Goldsmith, chief medical officer at Aptima Inc., a "human-centered engineering" company that aims to improve the way humans and technology interact, once served as the U.S. director of healthcare for Microsoft Corp., where he helped create Microsoft's physician digital dashboard and clinical portals. Goldsmith was educated in South Africa, where he practiced medicine and worked for the National Center for Occupational Healthcare, Division of Epidemiology, in Johannesburg.
On lowering costs without lowering quality: There are some things within the U.S. healthcare system that could be done in a more automated, routine way. An example would be immunization. That kind of service could be removed from the typical physician-patient interaction and could be moved to the retail clinic. That doesn't seem huge, but it's those types of things that will lead to significant savings.

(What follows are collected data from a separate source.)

//! The standard atmosphere's troposphere (U.S. Standard Atmosphere 1976, the same as the ICAO
//! standard atmosphere below 11 km): a linear temperature lapse from sea level.

/// Sea-level temperature, K.
pub const T0: f64 = 288.15;
/// Sea-level pressure, Pa.
pub const P0: f64 = 101_325.0;
/// Temperature lapse rate, K/m.
pub const LAPSE: f64 = 0.0065;
/// Specific gas constant of dry air, J/(kg·K).
pub const R_AIR: f64 = 287.052_87;
/// Standard gravity, m/s².
pub const G0: f64 = 9.806_65;
/// Ratio of specific heats of air.
pub const GAMMA: f64 = 1.4;
/// Earth radius for geopotential altitude, m.
pub const R_EARTH: f64 = 6_356_766.0;
/// Top of the troposphere (geopotential), m.
pub const TROPOPAUSE: f64 = 11_000.0;

/// The state of the air at one altitude.
#[derive(Clone, Copy, Debug, PartialEq)]
pub struct Air {
    /// Temperature, K.
    pub temperature: f64,
    /// Pressure, Pa.
    pub pressure: f64,
    /// Density, kg/m³.
    pub density: f64,
    /// Speed of sound, m/s.
    pub speed_of_sound: f64,
}

/// Geopotential altitude of a geometric altitude: `H = r₀·Z/(r₀ + Z)`.
pub fn geopotential(z: f64) -> f64 {
    R_EARTH * z / (R_EARTH + z)
}

/// The air at geopotential altitude `h` (m), clamped to the troposphere [−1000 m, 11 km].
pub fn at_geopotential(h: f64) -> Air {
    let h = h.clamp(-1000.0, TROPOPAUSE);
    let t = T0 - LAPSE * h;
    let p = P0 * libm::pow(t / T0, G0 / (R_AIR * LAPSE));
    Air {
        temperature: t,
        pressure: p,
        density: p / (R_AIR * t),
        speed_of_sound: libm::sqrt(GAMMA * R_AIR * t),
    }
}

/// The air at geometric altitude `z` (m).
pub fn at_altitude(z: f64) -> Air {
    at_geopotential(geopotential(z))
}

#[cfg(test)]
mod tests {
    use super::*;

    #[test]
    fn the_troposphere_matches_the_standard_tables() {
        // U.S. Standard Atmosphere 1976 / ICAO standard atmosphere, at geopotential altitude
        // (values recomputed from the standard's constants, as listed in checkvalues §1)
        let table = [
            (0.0, 288.15, 101_325.00, 1.225_000, 340.2940),
            (1000.0, 281.65, 89_874.56, 1.111_643, 336.4340),
            (2000.0, 275.15, 79_495.20, 1.006_490, 332.5292),
            (5000.0, 255.65, 54_019.89, 0.736_116, 320.5294),
            (11_000.0, 216.65, 22_632.04, 0.363_918, 295.0695),
        ];
        for (h, t, p, rho, a) in table {
            let air = at_geopotential(h);
            for (got, want, what) in [
                (air.temperature, t, "T"),
                (air.pressure, p, "p"),
                (air.density, rho, "rho"),
                (air.speed_of_sound, a, "a"),
            ] {
                assert!(
                    (got - want).abs() / want < 1e-3,
                    "{what} at {h} m: {got} vs {want}"
                );
            }
        }
        // geometric 11,000 m is geopotential 10,981 m: density 0.3648 (tables by geometric
        // altitude, from memory)
        assert!((at_altitude(11_000.0).density - 0.3648).abs() / 0.3648 < 1e-3);
    }
}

On the role of technology in healthcare: With patient-centric care, patients have to give more consideration to what options are available to them and how to improve their overall health. They need that information to be available to them, so we become a knowledge-driven healthcare system. And at the center of that knowledge is information technology. Access to complete personal health records that have all the patient's information is vital. Right now as patients or consumers we really don't have the information we need to make informed decisions.

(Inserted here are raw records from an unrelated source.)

//! Monte Carlo campaigns: dispersed runs of a scenario (mass, drag, wind, estimate errors,
//! turbulence seed), flown in parallel, summarised by percentiles and histograms.

use crate::fly::Perturbation;
use crate::fly::{metric_label, metrics, METRICS};
use crate::plot::histogram;
use crate::run::{Setup, Variant};
use crate::turbulence::Noise;
use rayon::prelude::*;
use serde_json::{json, Map, Value};
use std::collections::BTreeMap;
use std::fmt::Write as _;

/// One run's metrics, per controller.
type RunMetrics = Vec<(String, BTreeMap<String, f64>)>;

/// The metrics of every run, per controller.
#[derive(Clone, Debug)]
pub struct Campaign {
    /// Scenario name.
    pub scenario: String,
    /// Runs.
    pub runs: usize,
    /// Seed.
    pub seed: u64,
    /// Per controller, per metric, the value of every run (run order).
    pub values: BTreeMap<String, BTreeMap<String, Vec<f64>>>,
    /// The controllers, in report order.
    pub pilots: Vec<String>,
}

/// Run `i` of a campaign: its dispersed variant, drawn from `seed + i`.
pub fn variant(setup: &Setup, seed: u64, i: usize) -> Variant {
    let d = setup.scenario.dispersions;
    let mut rng = Noise::new(
        seed.wrapping_add(i as u64)
            .wrapping_mul(0x2545_F491_4F6C_DD1D),
    );
    let mut v = setup.nominal();
    v.truth.mass *= 1.0 + rng.between(-d.mass, d.mass);
    v.truth.cd0 *= 1.0 + rng.between(-d.cd0, d.cd0);
    v.estimates.drag *= 1.0 + rng.between(-d.drag_estimate, d.drag_estimate);
    v.estimates.thrust *= 1.0 + rng.between(-d.thrust_estimate, d.thrust_estimate);
    v.estimates.alpha_bias += rng.between(-d.alpha_bias, d.alpha_bias);
    v.perturbation = Perturbation {
        wind: (
            rng.between(-d.wind, d.wind),
            rng.between(-d.wind, d.wind) / 5.0,
        ),
        seed: i as u64 + 1,
    };
    // drawn last, so campaigns without it draw what they always drew
    v.estimates.thrust_bias += rng.between(-d.thrust_bias, d.thrust_bias);
    v
}

/// Flies `runs` dispersed runs of every controller, in parallel. The result does not depend
/// on the number of threads.
pub fn campaign(setup: &Setup, runs: usize, seed: u64) -> Result<Campaign, String> {
    let pilots = setup.pilots();
    let results: Vec<Result<RunMetrics, String>> = (0..runs)
        .into_par_iter()
        .map(|i| {
            let v = variant(setup, seed, i);
            pilots
                .iter()
                .map(|p| setup.fly(p, &v).map(|f| (p.to_string(), metrics(&f))))
                .collect()
        })
        .collect();
    let mut values: BTreeMap<String, BTreeMap<String, Vec<f64>>> = BTreeMap::new();
    for r in results {
        for (pilot, m) in r? {
            let e = values.entry(pilot).or_default();
            for (k, v) in m {
                e.entry(k).or_default().push(v);
            }
        }
    }
    Ok(Campaign {
        scenario: setup.scenario.name.clone(),
        runs,
        seed,
        pilots,
        values,
    })
}

/// The `p`-th percentile (0..100) of the finite values, by linear interpolation; NaN when
/// there are none.
pub fn percentile(v: &[f64], p: f64) -> f64 {
    let mut x: Vec<f64> = v.iter().copied().filter(|x| x.is_finite()).collect();
    if x.is_empty() {
        return f64::NAN;
    }
    x.sort_by(f64::total_cmp);
    let pos = p / 100.0 * (x.len() - 1) as f64;
    let (i, f) = (pos.floor() as usize, pos.fract());
    if i + 1 < x.len() {
        x[i] * (1.0 - f) + x[i + 1] * f
    } else {
        x[i]
    }
}

/// Percentiles reported.
pub const PERCENTILES: [(f64, &str); 4] =
    [(5.0, "p5"), (50.0, "p50"), (95.0, "p95"), (100.0, "max")];

impl Campaign {
    /// The summary table as text: per metric and controller, p5 / p50 / p95 / max.
    pub fn table(&self) -> String {
        let mut s = format!(
            "{} runs of {} (seed {}); per controller p5 / p50 / p95 / max\n",
            self.runs, self.scenario, self.seed
        );
        for (name, _, _) in METRICS {
            let _ = writeln!(s, "{}", metric_label(name));
            for (pilot, m) in self.in_order() {
                let v = m.get(name).map(Vec::as_slice).unwrap_or(&[]);
                let cells: Vec<String> = PERCENTILES
                    .iter()
                    .map(|(p, _)| {
                        let x = percentile(v, *p);
                        if x.is_nan() {
                            "-".into()
                        } else {
                            format!("{x:.3}")
                        }
                    })
                    .collect();
                let finite = v.iter().filter(|x| x.is_finite()).count();
                let _ = writeln!(
                    s,
                    "  {pilot:<8} {}   ({finite} of {} runs defined)",
                    cells.join(" / "),
                    v.len()
                );
            }
        }
        s
    }

    /// The summary as a Markdown table: per metric and controller, p50 / p95 / max, and how
    /// many runs define the metric where not all do.
    pub fn markdown(&self) -> String {
        let pilots: Vec<&str> = self.in_order().map(|(p, _)| p).collect();
        let mut s = format!(
            "| metric | {} |\n|---|{}\n",
            pilots
                .iter()
                .map(|p| format!("{p} p50 / p95 / max"))
                .collect::<Vec<_>>()
                .join(" | "),
            "---:|".repeat(pilots.len())
        );
        for (name, _, _) in METRICS {
            let mut row = vec![metric_label(name)];
            for (_, m) in self.in_order() {
                let v = m.get(name).map(Vec::as_slice).unwrap_or(&[]);
                let defined = v.iter().filter(|x| x.is_finite()).count();
                let cell = if defined == 0 {
                    "-".to_string()
                } else {
                    let q: Vec<String> = [50.0, 95.0, 100.0]
                        .iter()
                        .map(|p| format!("{:.3}", percentile(v, *p)))
                        .collect();
                    q.join(" / ")
                };
                row.push(if defined > 0 && defined < v.len() {
                    format!("{cell} ({defined} of {} runs)", v.len())
                } else {
                    cell
                });
            }
            s.push_str(&format!("| {} |\n", row.join(" | ")));
        }
        s
    }

    /// The controllers in the order of the nominal tables (energy, the compared laws, pid,
    /// lqr).
    pub fn in_order(&self) -> impl Iterator<Item = (&str, &BTreeMap<String, Vec<f64>>)> {
        self.pilots
            .iter()
            .filter_map(|p| self.values.get(p).map(|m| (p.as_str(), m)))
    }

    /// `{"scenario", "runs", "seed", "controllers": {name: {metric: {p5, p50, p95, max,
    /// defined}}}}`, `defined` the runs where the metric is defined (a step metric is not,
    /// in a run whose step never settles).
    pub fn json(&self) -> Value {
        let mut controllers = Map::new();
        for (pilot, m) in self.in_order() {
            let mut o = Map::new();
            for (k, v) in m {
                let mut q = Map::new();
                q.insert(
                    "defined".into(),
                    json!(v.iter().filter(|x| x.is_finite()).count()),
                );
                for (p, name) in PERCENTILES {
                    let x = percentile(v, p);
                    q.insert(
                        name.into(),
                        if x.is_finite() { json!(x) } else { Value::Null },
                    );
                }
                o.insert(k.clone(), Value::Object(q));
            }
            controllers.insert(pilot.to_string(), Value::Object(o));
        }
        json!({"scenario": self.scenario, "runs": self.runs, "seed": self.seed, "controllers": controllers})
    }

    /// Histograms of the headline metrics: (file name, SVG).
    pub fn histograms(&self) -> Vec<(String, String)> {
        [
            "peak_airspeed_deviation_in_altitude_change",
            "altitude_overshoot",
            "energy_error_rms",
        ]
        .iter()
        .map(|metric| {
            let samples: Vec<(String, Vec<f64>)> = self
                .in_order()
                .map(|(p, m)| (p.to_string(), m.get(*metric).cloned().unwrap_or_default()))
                .collect();
            let unit = METRICS.iter().find(|m| m.0 == *metric).map_or("", |m| m.1);
            (
                format!("histogram_{metric}.svg"),
                histogram(
                    &format!(
                        "{}: {} over {} runs",
                        self.scenario,
                        METRICS.iter().find(|m| m.0 == *metric).map_or("", |m| m.2),
                        self.runs
                    ),
                    unit,
                    &samples,
                    24,
                ),
            )
        })
        .collect()
    }
}

#[cfg(test)]
mod tests {
    use super::*;

    #[test]
    fn percentiles_interpolate_and_skip_undefined_runs() {
        let v = [3.0, 1.0, f64::NAN, 2.0, 4.0];
        assert_eq!(percentile(&v, 50.0), 2.5);
        assert_eq!(percentile(&v, 100.0), 4.0);
        assert_eq!(percentile(&v, 0.0), 1.0);
        assert!(percentile(&[f64::NAN], 50.0).is_nan());
    }
}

On reducing medical errors: The vast majority of medical errors can be managed with more standardized mechanisms for checking and validating patients and their conditions. One thing technology can do is reduce even the simplest order entry errors. Very basic forms of technology can make a huge difference, like e-prescribing, barcoding, and other ways of checking that patients are who you think they are or making sure the information you get in the ICU or the OR is correct.

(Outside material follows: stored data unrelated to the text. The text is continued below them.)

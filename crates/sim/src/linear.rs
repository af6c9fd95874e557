//! Trim, linearisation and the linear-quadratic regulator.
//!
//! - **Trim** by Newton's method on (α, δe, δt) for steady flight at a given airspeed and
//!   flight-path angle, with a numerical Jacobian.
//! - **Linearisation** by central differences of the truth model's derivative.
//! - **Riccati**: the continuous algebraic Riccati equation `AᵀP + PA − PBR⁻¹BᵀP + Q = 0` by
//!   the matrix sign function of the Hamiltonian (Newton iteration with determinant scaling,
//!   after Roberts and Byers), refined by Newton–Kleinman steps, each a Lyapunov equation
//!   solved through its Kronecker form (the systems here have at most ten states).

use crate::airframe::{Airframe, Controls, State, Wind};
use crate::atmosphere::at_altitude;
use nalgebra::{DMatrix, DVector};

/// A steady flight condition.
#[derive(Clone, Copy, Debug, PartialEq)]
pub struct Trim {
    /// The trimmed state (actuators at their trim positions).
    pub state: State,
    /// The trim controls.
    pub controls: Controls,
    /// Angle of attack, rad.
    pub alpha: f64,
    /// Largest |u̇|, |ẇ|, |q̇| left at the trim.
    pub residual: f64,
}

/// Why a computation failed.
#[derive(Clone, Debug, PartialEq, Eq)]
pub struct LinearError(pub String);

impl std::fmt::Display for LinearError {
    fn fmt(&self, f: &mut std::fmt::Formatter<'_>) -> std::fmt::Result {
        f.write_str(&self.0)
    }
}

impl std::error::Error for LinearError {}

fn trim_state(v: f64, h: f64, gamma: f64, z: [f64; 3]) -> (State, Controls) {
    let (alpha, de, dt) = (z[0], z[1], z[2]);
    let s = State {
        u: v * libm::cos(alpha),
        w: v * libm::sin(alpha),
        q: 0.0,
        theta: alpha + gamma,
        h,
        x: 0.0,
        elevator: de,
        throttle: dt,
    };
    (
        s,
        Controls {
            elevator: de,
            throttle: dt,
        },
    )
}

/// Trims the airframe at airspeed `v` (m/s), altitude `h` (m), flight-path angle `gamma`
/// (rad), in still air. Residuals below 1e-12 (m/s², rad/s²) or an error.
pub fn trim(af: &Airframe, v: f64, h: f64, gamma: f64) -> Result<Trim, LinearError> {
    let rho = at_altitude(h).density;
    let residual = |z: [f64; 3]| -> [f64; 3] {
        let (s, c) = trim_state(v, h, gamma, z);
        let d = af.derivative(&s, &c, &Wind::default(), rho);
        [d.u, d.w, d.q]
    };
    let mut z = [0.05, 0.0, 0.4];
    for _ in 0..50 {
        let r = residual(z);
        let norm = r.iter().fold(0.0f64, |m, x| m.max(x.abs()));
        if norm < 1e-12 {
            let (state, controls) = trim_state(v, h, gamma, z);
            if !(0.0..=1.0).contains(&z[2]) || z[1].abs() > af.elevator_limit {
                return Err(LinearError(format!(
                    "no trim inside the actuator limits at {v} m/s (elevator {:.3} rad, throttle {:.3})",
                    z[1], z[2]
                )));
            }
            return Ok(Trim {
                state,
                controls,
                alpha: z[0],
                residual: norm,
            });
        }
        let mut j = DMatrix::<f64>::zeros(3, 3);
        for k in 0..3 {
            let step = 1e-6 * z[k].abs().max(1.0);
            let (mut zp, mut zm) = (z, z);
            zp[k] += step;
            zm[k] -= step;
            let (rp, rm) = (residual(zp), residual(zm));
            for i in 0..3 {
                j[(i, k)] = (rp[i] - rm[i]) / (2.0 * step);
            }
        }
        let rhs = DVector::from_row_slice(&r);
        let dz = j
            .lu()
            .solve(&rhs)
            .ok_or_else(|| LinearError("singular trim Jacobian".into()))?;
        for k in 0..3 {
            z[k] -= dz[k];
        }
    }
    Err(LinearError(format!("trim did not converge at {v} m/s")))
}

/// The rigid-body states of the linear model: u, w, q, θ, h.
pub const LINEAR_STATES: usize = 5;

/// `ẋ ≈ A·δx + B·δu` about a trim, for the states (u, w, q, θ, h) and the inputs (elevator,
/// throttle) taken as actuator positions. Central differences.
pub fn linearise(af: &Airframe, t: &Trim) -> (DMatrix<f64>, DMatrix<f64>) {
    let f = |x: &[f64; 5], de: f64, dt: f64| -> [f64; 5] {
        let mut s = t.state;
        s.u = x[0];
        s.w = x[1];
        s.q = x[2];
        s.theta = x[3];
        s.h = x[4];
        s.elevator = de;
        s.throttle = dt;
        let c = Controls {
            elevator: de,
            throttle: dt,
        };
        let rho = at_altitude(s.h).density;
        let d = af.derivative(&s, &c, &Wind::default(), rho);
        [d.u, d.w, d.q, d.theta, d.h]
    };
    let x0 = [t.state.u, t.state.w, t.state.q, t.state.theta, t.state.h];
    let (de0, dt0) = (t.controls.elevator, t.controls.throttle);
    let mut a = DMatrix::zeros(5, 5);
    for k in 0..5 {
        let step = 1e-6 * x0[k].abs().max(1.0);
        let (mut xp, mut xm) = (x0, x0);
        xp[k] += step;
        xm[k] -= step;
        let (fp, fm) = (f(&xp, de0, dt0), f(&xm, de0, dt0));
        for i in 0..5 {
            a[(i, k)] = (fp[i] - fm[i]) / (2.0 * step);
        }
    }
    let mut b = DMatrix::zeros(5, 2);
    for (k, (dp, dq)) in [(1e-6, 0.0), (0.0, 1e-6)].iter().enumerate() {
        let fp = f(&x0, de0 + dp, dt0 + dq);
        let fm = f(&x0, de0 - dp, dt0 - dq);
        for i in 0..5 {
            b[(i, k)] = (fp[i] - fm[i]) / (2.0 * 1e-6);
        }
    }
    (a, b)
}

/// Solves `AᵀX + XA = −C` (a continuous Lyapunov equation) through its Kronecker form.
pub fn lyapunov(a: &DMatrix<f64>, c: &DMatrix<f64>) -> Result<DMatrix<f64>, LinearError> {
    let n = a.nrows();
    let at = a.transpose();
    let eye = DMatrix::<f64>::identity(n, n);
    // vec(AᵀX + XA) = (I ⊗ Aᵀ + Aᵀ ⊗ I)·vec(X) for column-major vec
    let m = eye.kronecker(&at) + at.kronecker(&eye);
    let rhs = DVector::from_iterator(n * n, c.iter().map(|v| -v));
    let x = m
        .lu()
        .solve(&rhs)
        .ok_or_else(|| LinearError("singular Lyapunov equation".into()))?;
    let x = DMatrix::from_column_slice(n, n, x.as_slice());
    Ok((&x + x.transpose()) * 0.5)
}

/// The stabilising solution `P` of `AᵀP + PA − PBR⁻¹BᵀP + Q = 0`.
pub fn care(
    a: &DMatrix<f64>,
    b: &DMatrix<f64>,
    q: &DMatrix<f64>,
    r: &DMatrix<f64>,
) -> Result<DMatrix<f64>, LinearError> {
    let n = a.nrows();
    let r_inv = r
        .clone()
        .try_inverse()
        .ok_or_else(|| LinearError("R is singular".into()))?;
    let g = b * &r_inv * b.transpose();
    let mut h = DMatrix::<f64>::zeros(2 * n, 2 * n);
    h.view_mut((0, 0), (n, n)).copy_from(a);
    h.view_mut((0, n), (n, n)).copy_from(&(-&g));
    h.view_mut((n, 0), (n, n)).copy_from(&(-q));
    h.view_mut((n, n), (n, n)).copy_from(&(-a.transpose()));
    // sign(H) by Newton's iteration with determinant scaling
    let mut z = h;
    for _ in 0..100 {
        let inv = z.clone().try_inverse().ok_or_else(|| {
            LinearError("the Hamiltonian has eigenvalues on the imaginary axis".into())
        })?;
        let det = z.determinant().abs();
        let c = if det > 0.0 && det.is_finite() {
            det.powf(-1.0 / (2.0 * n as f64))
        } else {
            1.0
        };
        let next = (&z * c + inv / c) * 0.5;
        let change = (&next - &z).norm() / next.norm();
        z = next;
        if change < 1e-14 {
            break;
        }
    }
    // the stable subspace [I; P] satisfies (sign(H) + I)·[I; P] = 0
    let w11 = z.view((0, 0), (n, n)).clone_owned() + DMatrix::identity(n, n);
    let w12 = z.view((0, n), (n, n)).clone_owned();
    let w21 = z.view((n, 0), (n, n)).clone_owned();
    let w22 = z.view((n, n), (n, n)).clone_owned() + DMatrix::identity(n, n);
    let mut lhs = DMatrix::zeros(2 * n, n);
    lhs.view_mut((0, 0), (n, n)).copy_from(&w12);
    lhs.view_mut((n, 0), (n, n)).copy_from(&w22);
    let mut rhs = DMatrix::zeros(2 * n, n);
    rhs.view_mut((0, 0), (n, n)).copy_from(&(-&w11));
    rhs.view_mut((n, 0), (n, n)).copy_from(&(-&w21));
    let svd = lhs.svd(true, true);
    let mut p = svd
        .solve(&rhs, 1e-14)
        .map_err(|e| LinearError(format!("no stable invariant subspace: {e}")))?;
    p = (&p + p.transpose()) * 0.5;
    // Newton–Kleinman refinement: P ← the solution of (A − BK)ᵀP + P(A − BK) = −(Q + KᵀRK)
    for _ in 0..4 {
        let k = &r_inv * b.transpose() * &p;
        let ac = a - b * &k;
        let c = q + k.transpose() * r * &k;
        let next = lyapunov(&ac, &c)?;
        let change = (&next - &p).norm() / next.norm().max(1e-300);
        p = next;
        if change < 1e-15 {
            break;
        }
    }
    Ok(p)
}

/// The LQR gain `K = R⁻¹BᵀP` (control `u = −K·x`).
pub fn lqr(
    a: &DMatrix<f64>,
    b: &DMatrix<f64>,
    q: &DMatrix<f64>,
    r: &DMatrix<f64>,
) -> Result<DMatrix<f64>, LinearError> {
    let p = care(a, b, q, r)?;
    let r_inv = r.clone().try_inverse().expect("checked by care");
    Ok(r_inv * b.transpose() * p)
}

/// The eigenvalues of a real square matrix, as (real, imaginary) pairs.
pub fn eigenvalues(a: &DMatrix<f64>) -> Vec<(f64, f64)> {
    a.complex_eigenvalues()
        .iter()
        .map(|c| (c.re, c.im))
        .collect()
}

/// The phugoid of a linear model: the oscillatory mode of lowest frequency among the
/// (u, w, q, θ) states. Returns (period s, damping ratio).
pub fn phugoid(a: &DMatrix<f64>) -> Option<(f64, f64)> {
    let a4 = a.view((0, 0), (4, 4)).clone_owned();
    eigenvalues(&a4)
        .into_iter()
        .filter(|(_, im)| *im > 1e-9)
        .min_by(|x, y| x.1.total_cmp(&y.1))
        .map(|(re, im)| {
            let wn = (re * re + im * im).sqrt();
            (2.0 * std::f64::consts::PI / im, -re / wn)
        })
}

#[cfg(test)]
mod tests {
    use super::*;

    #[test]
    fn the_double_integrator_gain_is_the_textbook_one() {
        // ẍ = u, Q = I, R = 1: P = [[√3, 1], [1, √3]], K = [1, √3] (textbook result, e.g.
        // Anderson & Moore, from memory)
        let a = DMatrix::from_row_slice(2, 2, &[0.0, 1.0, 0.0, 0.0]);
        let b = DMatrix::from_row_slice(2, 1, &[0.0, 1.0]);
        let k = lqr(&a, &b, &DMatrix::identity(2, 2), &DMatrix::identity(1, 1)).unwrap();
        assert!((k[(0, 0)] - 1.0).abs() < 1e-12, "{k}");
        assert!((k[(0, 1)] - 3f64.sqrt()).abs() < 1e-12, "{k}");
    }

    #[test]
    fn scalar_riccati_equations_have_their_closed_form() {
        // ẋ = a·x + b·u, cost q·x² + r·u²: P = r(a + √(a² + b²q/r))/b² (checkvalues §2)
        for (a, b, q, r) in [(1.0, 1.0, 1.0, 1.0), (-2.0, 0.5, 3.0, 0.1)] {
            let p = care(
                &DMatrix::from_element(1, 1, a),
                &DMatrix::from_element(1, 1, b),
                &DMatrix::from_element(1, 1, q),
                &DMatrix::from_element(1, 1, r),
            )
            .unwrap();
            let want = r * (a + (a * a + b * b * q / r).sqrt()) / (b * b);
            assert!(
                (p[(0, 0)] - want).abs() / want < 1e-12,
                "{} vs {want}",
                p[(0, 0)]
            );
        }
    }

    #[test]
    fn the_demo_airframe_trims_with_tiny_residuals() {
        let af = Airframe::default();
        for v in [16.0, 22.0, 28.0] {
            let t = trim(&af, v, 120.0, 0.0).unwrap();
            assert!(t.residual < 1e-9, "{v}: {}", t.residual);
            assert!(t.controls.throttle > 0.0 && t.controls.throttle < 1.0);
        }
    }
}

On the shift to a consumer-driven healthcare model: Under our current model, physicians do whatever tests they want, give you a diagnosis, and at the end of that transaction is a prescription. If they want you to have a chest X-ray, then you have a chest X-ray. But if you are paying for that directly, under the consumer-driven model, you'll want to know why you need the X-ray. It's going to change the dynamic completely. The question is: What's the mountain we have to climb to get to this end point? The hurdle from where we are now to a consumer-driven market is huge, and there may even be a period where we have to raise costs and put more money into the system just to create a consumer market.